I am tackling a multi-class classification problem. I have 8 classes (tissue types - Class A to H in the plot shown) for classification. I subjected my labelled input data to PCA using gene expression values across the different labelled samples. I calculated the mean of the first four principal components for each tissue type and then i found the euclidean distance of each labelled sample from its respective class (tissue type) mean. Samples that were more than 3 standard deviations away from the class mean were labelled as suspected mislabelled (outliers). I then removed these outliers and repeated my PCA without the outliers from the first trial. As expected the number of outliers reduced after every subsequent PCA. I am attaching the image of a pca plot I got after removing one set of outliers here below:
But my questions are as follows:
- How do I know when to stop? How can I use my PCA to tell that the input data I have is grouped well for training an ML Model for classification?
- Given that each round of PCA coupled with subsequent outlier removal is bound to reduce the number of data instances I have, how to balance the data points and their grouping?
- Is there a way to quantitatively determine that I have enough number of well grouped samples for the training?
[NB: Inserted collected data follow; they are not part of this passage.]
// The report's cross-section checked against references outside the drawing code: flux lines of
// fields whose contours are known in closed form, the weighted percentile by its definition, the
// coil labels against the winding layout and the textbook phase-belt order, the magnet arrows
// against the remanence the solver loads, and the flux lines of an unfolded sector against those
// of the whole model solved as such.

#include <algorithm>
#include <cmath>
#include <numbers>
#include <string>
#include <vector>

#include <doctest/doctest.h>

#include <Eigen/Geometry>

#include "post/cross_section.hpp"
#include "post/flux_density.hpp"
#include "post/flux_lines.hpp"
#include "post/svg_frame.hpp"
#include "solver/magnets.hpp"
#include "support/polar_mesh.hpp"
#include "support/sector_machine.hpp"

using namespace tf;
namespace svg = tf::post::svg;

namespace {

struct Grid {
  Eigen::MatrixX2d nodes;
  Eigen::MatrixX3i triangles;
};

/// The unit square in n by n cells, each cut into two counter-clockwise triangles, its interior
/// nodes moved by up to 0.3 of a cell (a fixed pseudo-random pattern) so that edges do not line up.
Grid square_mesh(int n) {
  Grid g;
  g.nodes.resize((n + 1) * (n + 1), 2);
  for (int j = 0; j <= n; ++j)
    for (int i = 0; i <= n; ++i) {
      const bool inside = i > 0 && i < n && j > 0 && j < n;
      const double dx = inside ? 0.3 * std::sin(12.9898 * i + 78.233 * j) : 0.0;
      const double dy = inside ? 0.3 * std::cos(39.3468 * i + 11.135 * j) : 0.0;
      g.nodes.row(j * (n + 1) + i) << (i + dx) / n, (j + dy) / n;
    }
  g.triangles.resize(2 * n * n, 3);
  for (int j = 0, t = 0; j < n; ++j)
    for (int i = 0; i < n; ++i) {
      const int a = j * (n + 1) + i, b = a + 1, c = a + n + 2, d = a + n + 1;
      g.triangles.row(t++) << a, b, c;
      g.triangles.row(t++) << a, c, d;
    }
  return g;
}

double length(const post::Polyline& p) {
  double sum = 0.0;
  for (std::size_t i = 1; i < p.size(); ++i) sum += (p[i] - p[i - 1]).norm();
  return sum;
}

const svg::MapLines& lines_of(const svg::FieldMap& map, const std::string& css_class) {
  const auto it = std::find_if(map.overlay.lines.begin(), map.overlay.lines.end(),
                               [&](const svg::MapLines& l) { return l.css_class == css_class; });
  REQUIRE(it != map.overlay.lines.end());
  return *it;
}

double total_length(const svg::MapLines& l) {
  double sum = 0.0;
  for (const auto& p : l.lines) sum += length(p);
  return sum;
}

}  // namespace

TEST_CASE("flux lines of A = x are the straight lines x = level, equally spaced, at the exact positions") {
  // Exact: a first-order element interpolates a linear field exactly (the patch-test argument), so
  // its contour A = c is the straight line x = c, crossing the square from bottom to top.
  const Grid g = square_mesh(12);
  const Eigen::VectorXd a = g.nodes.col(0);
  const std::vector<double> levels = post::contour_levels(0.0, 1.0, 10);
  REQUIRE(levels.size() == 10);
  for (std::size_t k = 0; k < levels.size(); ++k) {
    CAPTURE(k);
    CHECK(levels[k] == doctest::Approx(0.05 + 0.1 * k).epsilon(1e-14).scale(0));
    const auto lines = post::contour(g.nodes, g.triangles, a, levels[k]);
    REQUIRE(lines.size() == 1);  // one line, joined across every edge it crosses
    const post::Polyline& line = lines[0];
    for (const auto& p : line) CHECK(std::abs(p.x() - levels[k]) < 1e-12);
    CHECK(std::min(line.front().y(), line.back().y()) == 0.0);
    CHECK(std::max(line.front().y(), line.back().y()) == 1.0);
    CHECK(length(line) == doctest::Approx(1.0).epsilon(1e-12).scale(0));  // straight: no back and forth
  }
}

TEST_CASE("flux lines of A = r^2 through the mesh's rings are closed circles of exactly those radii") {
  // Exact: on a ring of nodes at radius R, A = R^2 at every node, so the contour A = R^2 runs along
  // the ring's chords, whose ends lie on the circle r = R.
  const mesh::Mesh m = testing::polar_mesh(0.002, {{0.01, 8, mesh::RegionKind::rotor_iron, "core"}}, 40);
  std::vector<double> radii;
  for (int i = 0; i < m.n_nodes(); ++i) radii.push_back(m.nodes.row(i).norm());
  std::sort(radii.begin(), radii.end());
  radii.erase(std::unique(radii.begin(), radii.end(), [](double x, double y) { return std::abs(x - y) < 1e-12; }),
              radii.end());
  REQUIRE(radii.size() == 9);
  // A = R^2 with each node's ring radius R, so that rounding in x^2 + y^2 does not scatter a ring's
  // nodes to either side of the level (the field is then flat along the chords).
  Eigen::VectorXd a(m.n_nodes());
  for (int i = 0; i < m.n_nodes(); ++i) {
    const double r = m.nodes.row(i).norm();
    const double ring = *std::min_element(radii.begin(), radii.end(),
                                          [&](double x, double y) { return std::abs(x - r) < std::abs(y - r); });
    a(i) = ring * ring;
  }
  for (std::size_t k = 1; k + 1 < radii.size(); ++k) {  // the rings inside the mesh
    CAPTURE(radii[k]);
    const auto lines = post::contour(m.nodes, m.triangles, a, radii[k] * radii[k]);
    REQUIRE(lines.size() == 1);
    CHECK((lines[0].front() - lines[0].back()).norm() < 1e-15);  // closed
    CHECK(lines[0].size() >= 41);
    for (const auto& p : lines[0]) CHECK(std::abs(p.norm() - radii[k]) < 1e-9 * radii[k]);
  }
}

TEST_CASE("the weighted quantile: the smallest value whose cumulative weight reaches the fraction") {
  // Definition 1 of Hyndman and Fan, "Sample quantiles in statistical packages", The American
  // Statistician 50(4), 1996 (the inverse of the empirical distribution function), with weights.
  Eigen::VectorXd v = Eigen::VectorXd::LinSpaced(1000, 1.0, 1000.0), w = Eigen::VectorXd::Ones(1000);
  CHECK(svg::weighted_quantile(v, w, 0.995) == 995.0);
  CHECK(svg::weighted_quantile(v, w, 1.0) == 1000.0);
  std::reverse(v.begin(), v.end());  // the order of the triangles does not matter
  CHECK(svg::weighted_quantile(v, w, 0.995) == 995.0);
  // By area: a large triangle of 0 T holding 99.6 % of the area sets the 99.5th percentile alone.
  Eigen::VectorXd b(5), area(5);
  b << 3.1, 0.0, 2.0, 2.5, 1.0;
  area << 1.0, 996.0, 1.0, 1.0, 1.0;
  CHECK(svg::weighted_quantile(b, area, 0.995) == 0.0);
  CHECK(svg::weighted_quantile(b, area, 0.998) == 2.0);
}

TEST_CASE("a singular triangle does not set the colour scale: clipped, drawn in magenta, and the bar says so") {
  const mesh::Mesh m = testing::polar_mesh(0.0, {{0.01, 6, mesh::RegionKind::rotor_iron, "core"}}, 24);
  svg::FieldMap map;
  map.title = "field", map.value = {"|B|", "T"}, map.nodes = &m.nodes, map.triangles = &m.triangles;
  map.values = Eigen::VectorXd::LinSpaced(m.n_triangles(), 0.1, 1.5);
  map.clip_fraction = 0.995;
  // A ramp reaches its 99.5th percentile within 5 % of its range of the maximum: no clipping.
  const std::string smooth = svg::field_map(map);
  CHECK(smooth.find(svg::kOverRangeColour) == std::string::npos);
  CHECK(smooth.find("clipped") == std::string::npos);
  // One small triangle at 31 T (a singular corner; it holds under 0.5 % of the area).
  int smallest = 0;
  for (int t = 0; t < m.n_triangles(); ++t)
    if (mesh::triangle_area(m, t) < mesh::triangle_area(m, smallest)) smallest = t;
  double total = 0.0;
  for (int t = 0; t < m.n_triangles(); ++t) total += mesh::triangle_area(m, t);
  REQUIRE(mesh::triangle_area(m, smallest) < 0.005 * total);
  map.values(smallest) = 31.0;
  const std::string s = svg::field_map(map);
  const auto over = s.find("fill=\"" + std::string(svg::kOverRangeColour) + "\" stroke=\"" + svg::kOverRangeColour);
  REQUIRE(over != std::string::npos);
  const auto end = s.find("/>", over);
  CHECK(std::count(s.begin() + static_cast<long>(over), s.begin() + static_cast<long>(end), 'Z') == 1);  // that triangle only
  CHECK(s.find("clipped at the 99.5th percentile") != std::string::npos);
  CHECK(s.find("max 31 T") != std::string::npos);
  CHECK(s.find("&gt; 1.5") != std::string::npos);  // the bar ends at the largest value below the spike
}

TEST_CASE("every coil side of an unfolded sector is labelled with its phase and direction, in its slot") {
  const mesh::Geometry g = testing::magnet_machine();
  const mesh::Winding w = testing::magnet_machine_winding(g);
  const auto [full, sector] = testing::full_and_sector(g, w);
  REQUIRE(sector.symmetry.copies == 4);
  const Eigen::VectorXd a = Eigen::VectorXd::Zero(sector.n_nodes()), b = Eigen::VectorXd::Ones(sector.n_triangles());
  const post::CrossSection s = post::cross_section({sector, w, a, b, 0.0, "test", "A_z"});
  const svg::FieldMap map = post::section_map(s);
  const auto& labels = map.overlay.labels;
  CHECK(labels.size() == w.sides.size());  // 24 slots x 2 layers, not the sector's 6 x 2
  const int q = w.n_positions;
  const double pitch = 2 * std::numbers::pi / q;
  std::vector<std::string> layer_1(q);
  for (const mesh::CoilSide& side : w.sides) {
    CAPTURE(side.slot);
    CAPTURE(side.layer);
    // The label in this slot and layer: at the slot's angle (the layout's), layer 1 nearer the gap.
    int found = 0;
    for (const auto& l : labels) {
      const double off = std::remainder(std::atan2(l.at.y(), l.at.x()) - side.angle, 2 * std::numbers::pi);
      if (std::abs(off) > 0.25 * pitch) continue;
      const bool inner = l.at.norm() < g.stator.bore_radius + 0.5 * g.stator.slot.depth;
      if (inner != (side.layer == 1)) continue;
      ++found;
      CHECK(l.text == post::coil_label(side));
      CHECK(l.colour == svg::series_colour(side.phase));
    }
    CHECK(found == 1);
    if (side.layer == 1) layer_1[side.slot - 1] = post::coil_label(side);
  }
  // The textbook order of 60-degree phase belts, q = 2, counter-clockwise from slot 1: A+ A+ C− C−
  // B+ B+ A− A− C+ C+ B− B− twice round the 4-pole bore (Pyrhönen, Jokinen, Hrabovcová, Design of
  // Rotating Electrical Machines, Wiley 2008, ch. 2; from memory).
  const std::vector<std::string> belts{"A+", "A+", "C−", "C−", "B+", "B+", "A−", "A−", "C+", "C+", "B−", "B−"};
  for (int slot = 0; slot < q; ++slot) CHECK(layer_1[slot] == belts[slot % 12]);
}

TEST_CASE("each magnet gets one arrow along the remanence the solver loads, also with the rotor turned") {
  const mesh::Geometry g = testing::magnet_machine();
  const mesh::Winding w = testing::magnet_machine_winding(g);
  const auto [full, sector] = testing::full_and_sector(g, w);
  const solver::MagnetLayout layout = solver::magnet_layout(g.rotor);
  const double pitch = 2 * std::numbers::pi / static_cast<double>(sector.sliding.stator_nodes.size() * 4);
  const Eigen::VectorXd a = Eigen::VectorXd::Zero(sector.n_nodes()), b = Eigen::VectorXd::Ones(sector.n_triangles());
  // A quarter and a few pitches: the drawn rotor piece is then the model's image, field and magnets signed.
  for (double rotor_angle : {0.0, 3 * pitch, std::numbers::pi / 2 + 3 * pitch, -std::numbers::pi / 2 + pitch}) {
    CAPTURE(rotor_angle);
    const post::CrossSection s = post::cross_section({sector, w, a, b, rotor_angle, "test", "A_z"});
    const auto& arrows = post::section_map(s).overlay.arrows;
    REQUIRE(arrows.size() == 4);  // magnets a cut splits are one magnet
    for (const auto& arrow : arrows) {
      const Eigen::Vector2d mid = 0.5 * (arrow.tail + arrow.head);
      // The pole of the turned rotor standing here, and the remanence in its own frame, turned.
      const double own_angle = std::atan2(mid.y(), mid.x()) - rotor_angle;
      const int pole = static_cast<int>(std::lround(own_angle / (std::numbers::pi / 2)) % 4 + 4) % 4 + 1;
      const Eigen::Vector2d own = Eigen::Rotation2Dd(-rotor_angle) * mid;
      const Eigen::Vector2d b_rem = Eigen::Rotation2Dd(rotor_angle) * solver::remanence(layout, 1.0, pole, own);
      CAPTURE(pole);
      CHECK((arrow.head - arrow.tail).normalized().dot(b_rem.normalized()) > 0.999);
    }
  }
}

TEST_CASE("flux lines of an unfolded anti-periodic sector are the whole model's, continuous across the cuts") {
  // The whole model is the reference (tests/post/test_whole_machine.cpp: its triangles are the
  // sector's copies, its field the sector's times (-1)^k), so the contours must match length for
  // length; lines end only on the outer circle or at the sliding circle's seam, never at a cut.
  const mesh::Geometry g = testing::magnet_machine();
  const mesh::Winding w = testing::magnet_machine_winding(g);
  const auto [full, sector] = testing::full_and_sector(g, w);
  const std::vector<double> currents = testing::three_phase_currents(20.0, std::numbers::pi / 6);
  const Eigen::VectorXd a_full = testing::linear_field(full, g, w, currents, 0);
  const Eigen::VectorXd a_sector = testing::linear_field(sector, g, w, currents, 0);
  const auto section = [&](const mesh::Mesh& m, const Eigen::VectorXd& a) {
    return post::cross_section({m, w, a, post::flux_density(m, a).rowwise().norm(), 0.0, "test", "A_z"});
  };
  const post::CrossSection whole = section(full, a_full), unfolded = section(sector, a_sector);
  const svg::FieldMap whole_map = post::section_map(whole), unfolded_map = post::section_map(unfolded);
  const svg::MapLines& reference = lines_of(whole_map, "data flux-line");
  const svg::MapLines& lines = lines_of(unfolded_map, "data flux-line");
  CHECK(total_length(reference) > 10 * 2 * std::numbers::pi * g.stator.outer_radius);  // real lines, not a few
  CHECK(total_length(lines) == doctest::Approx(total_length(reference)).epsilon(1e-6).scale(0));
  for (const auto& line : lines.lines)
    for (const Eigen::Vector2d& end : {line.front(), line.back()}) {
      if ((line.front() - line.back()).norm() < 1e-12) continue;  // closed
      const double r = end.norm();
      const bool on_boundary = std::abs(r - g.stator.outer_radius) < 1e-6 || std::abs(r - sector.sliding.radius) < 1e-6;
      CHECK(on_boundary);
    }
  // Without the sign of the odd copies the field jumps at every other cut: different lines.
  post::CrossSection unsigned_copies = unfolded;
  for (int i = 0; i < unsigned_copies.machine.n_nodes(); ++i)
    unsigned_copies.a(i) = a_sector(unsigned_copies.machine.node_source[i]);
  const svg::FieldMap wrong_map = post::section_map(unsigned_copies);
  const svg::MapLines& wrong = lines_of(wrong_map, "data flux-line");
  CHECK(std::abs(total_length(wrong) - total_length(reference)) > 0.01 * total_length(reference));
}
Any help is appreciated. Thank you!
I would tell you to stop with this altogether, or at most after a single iteration. There is no point in trying to get the perfect data for training when it is very likely that the model will be used to classify imperfect data. Also, using 2 PC components that explain barely over 30% of variance combined doesn't strike me as the best criterion to decide what is an outlier.
Sample A is well-separated. We have no labels here for 'condition' / 'disease'.
<30% explained variance can explain 100% of a subtype of a disease. Let's not throw away the towel.
I think we are talking about different things. What I said:
I see your point of view - thanks for clarifying.
Hi Mensur. Thank you for your inputs. I think I understand your point about flagging outliers based on the first two PCs that cover for only 30% of the variance, which could mean that they might not be outliers at all when further PCs are considered. Is that right? Would it help if I find the mean for each tissue type across more PCs (say PC1 to PC10) and use that to calculate the standard deviation and flag outliers?